■ WORK ORDER:
Each entry must be restated exactly as it appears.

■ EXERCISE MATERIALS:
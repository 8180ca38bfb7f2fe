import { useState } from 'react';
import type { Child } from '../../../model/classroom.ts';
import { renameChild } from '../../../tasks/index.ts';
import { Button } from '../../../ui/Button.tsx';
import { TextField } from '../../../ui/Field.tsx';
import { useServices } from '../../services.ts';
import { useDoing } from '../useDoing.tsx';

interface Props {
  readonly classroom: string;
  readonly child: Child;
  readonly onWithdraw: () => void;
  /** Changed, or left as it was. */
  readonly onDone: () => void;
}

/** One child: pseudonym and stratum to be changed, or the child withdrawn. */
export function ChangeChild({ classroom, child, onWithdraw, onDone }: Props) {
  const { words, deps } = useServices();
  const { run, notice, busy } = useDoing();
  const [pseudonym, setPseudonym] = useState(child.pseudonym);
  const [stratum, setStratum] = useState(child.stratum ?? '');
  const save = async () => {
    const kept = await run(
      renameChild(deps, classroom, child.id, {
        pseudonym,
        stratum: stratum.trim() === '' ? null : stratum,
      }),
    );
    if (kept.ok) onDone();
  };
  return (
    <form
      className="child-change stack-tight"
      aria-label={words.study.changeOf({ name: child.pseudonym })}
      onSubmit={(event) => {
        event.preventDefault();
        void save();
      }}
      onKeyDown={(event) => {
        if (event.key === 'Escape') onDone();
      }}
    >
      <TextField
        label={words.study.pseudonym}
        maxLength={200}
        autoFocus
        value={pseudonym}
        onChange={(event) => setPseudonym(event.target.value)}
      />
      <TextField
        label={words.study.stratum}
        hint={words.study.stratumHint}
        maxLength={200}
        value={stratum}
        onChange={(event) => setStratum(event.target.value)}
      />
      {notice}
      <div className="row">
        <Button type="submit" disabled={busy}>
          {words.common.save}
        </Button>
        <Button look="quiet" onClick={onWithdraw}>
          {words.study.withdrawOf({ name: child.pseudonym })}
        </Button>
        <Button look="quiet" onClick={onDone}>
          {words.common.cancel}
        </Button>
      </div>
    </form>
  );
}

■ WRITTEN RESPONSE:
repository 8180ca38bfb7f2fe
import { useState } from 'react';
import type { Child } from '../../../model/classroom.ts';
import { renameChild } from '../../../tasks/index.ts';
import { Button } from '../../../ui/Button.tsx';
import { TextField } from '../../../ui/Field.tsx';
import { useServices } from '../../services.ts';
import { useDoing } from '../useDoing.tsx';

interface Props {
  readonly classroom: string;
  readonly child: Child;
  readonly onWithdraw: () => void;
  /** Changed, or left as it was. */
  readonly onDone: () => void;
}

/** One child: pseudonym and stratum to be changed, or the child withdrawn. */
export function ChangeChild({ classroom, child, onWithdraw, onDone }: Props) {
  const { words, deps } = useServices();
  const { run, notice, busy } = useDoing();
  const [pseudonym, setPseudonym] = useState(child.pseudonym);
  const [stratum, setStratum] = useState(child.stratum ?? '');
  const save = async () => {
    const kept = await run(
      renameChild(deps, classroom, child.id, {
        pseudonym,
        stratum: stratum.trim() === '' ? null : stratum,
      }),
    );
    if (kept.ok) onDone();
  };
  return (
    <form
      className="child-change stack-tight"
      aria-label={words.study.changeOf({ name: child.pseudonym })}
      onSubmit={(event) => {
        event.preventDefault();
        void save();
      }}
      onKeyDown={(event) => {
        if (event.key === 'Escape') onDone();
      }}
    >
      <TextField
        label={words.study.pseudonym}
        maxLength={200}
        autoFocus
        value={pseudonym}
        onChange={(event) => setPseudonym(event.target.value)}
      />
      <TextField
        label={words.study.stratum}
        hint={words.study.stratumHint}
        maxLength={200}
        value={stratum}
        onChange={(event) => setStratum(event.target.value)}
      />
      {notice}
      <div className="row">
        <Button type="submit" disabled={busy}>
          {words.common.save}
        </Button>
        <Button look="quiet" onClick={onWithdraw}>
          {words.study.withdrawOf({ name: child.pseudonym })}
        </Button>
        <Button look="quiet" onClick={onDone}>
          {words.common.cancel}
        </Button>
      </div>
    </form>
  );
}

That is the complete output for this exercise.